### What the exercise asks
How does the data below read from its first line through the line containing "acetyl phosphate ...;"? Print those lines exactly.

[[ Material supplied, beginning ]]

"""The library's reaction values for a network that brings none of its own.

A network without ``reaction_values.tsv`` (an SBML or cobra JSON model, a table of one's own)
whose compounds name, through their ``thermo_key``, compounds that have no species data but
that the library reconciles from literature values (acetyl-CoA, CoA, the sugar phosphates, PEP,
acetyl phosphate ...; :class:`tfa.thermo.library.ReactionLibrary`) gets those values, over its
own metabolite ids, for the same reconciliation a network's own values go through
(:func:`tfa.network.energies.compound_energies`): status, σ and audit flags carry over, and a
conserved moiety (CoA) stays fixed only in the combinations the values fix.

A value is used when each of its compounds without species data is one metabolite of the
network (of the inner compartment when there are several); its compounds with species data
keep their database ids.
"""

from __future__ import annotations

import dataclasses

import cobra

from ..errors import InputError
from ..thermo.literature import LiteratureValue


def library_values_for(model: cobra.Model, database) -> list[LiteratureValue]:
    """The library's values over the metabolite ids of ``model`` (see the module text)."""
    from ..thermo.library import ReactionLibrary
    from .role_inference import inner_compartment

    library = ReactionLibrary.load(database.include_unreviewed)
    inner = inner_compartment(model)
    holders: dict[str, list[cobra.Metabolite]] = {}
    for met in model.metabolites:
        key = str((met.notes or {}).get("thermo_key") or "").strip()
        if not key:
            continue
        try:
            compound = database.compound(key)
        except InputError:
            continue
        holders.setdefault(compound.id, []).append(met)
    out: list[LiteratureValue] = []
    for value in library.literature:
        stoichiometry: dict[str, float] = {}
        uses_network = False
        for compound_id, coefficient in value.stoichiometry.items():
            if database.compound(compound_id).has_data:
                stoichiometry[compound_id] = coefficient
                continue
            mets = holders.get(compound_id, [])
            if len(mets) > 1:
                mets = [m for m in mets if (m.compartment or "") == inner]
            if len(mets) != 1:
                break
            stoichiometry[mets[0].id] = stoichiometry.get(mets[0].id, 0.0) + coefficient
            uses_network = True
        else:
            if uses_network:
                out.append(dataclasses.replace(value, stoichiometry=stoichiometry))
    return out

[[ Material supplied, end ]]

### Reply
"""The library's reaction values for a network that brings none of its own.

A network without ``reaction_values.tsv`` (an SBML or cobra JSON model, a table of one's own)
whose compounds name, through their ``thermo_key``, compounds that have no species data but
that the library reconciles from literature values (acetyl-CoA, CoA, the sugar phosphates, PEP,
acetyl phosphate ...; :class:`tfa.thermo.library.ReactionLibrary`) gets those values, over its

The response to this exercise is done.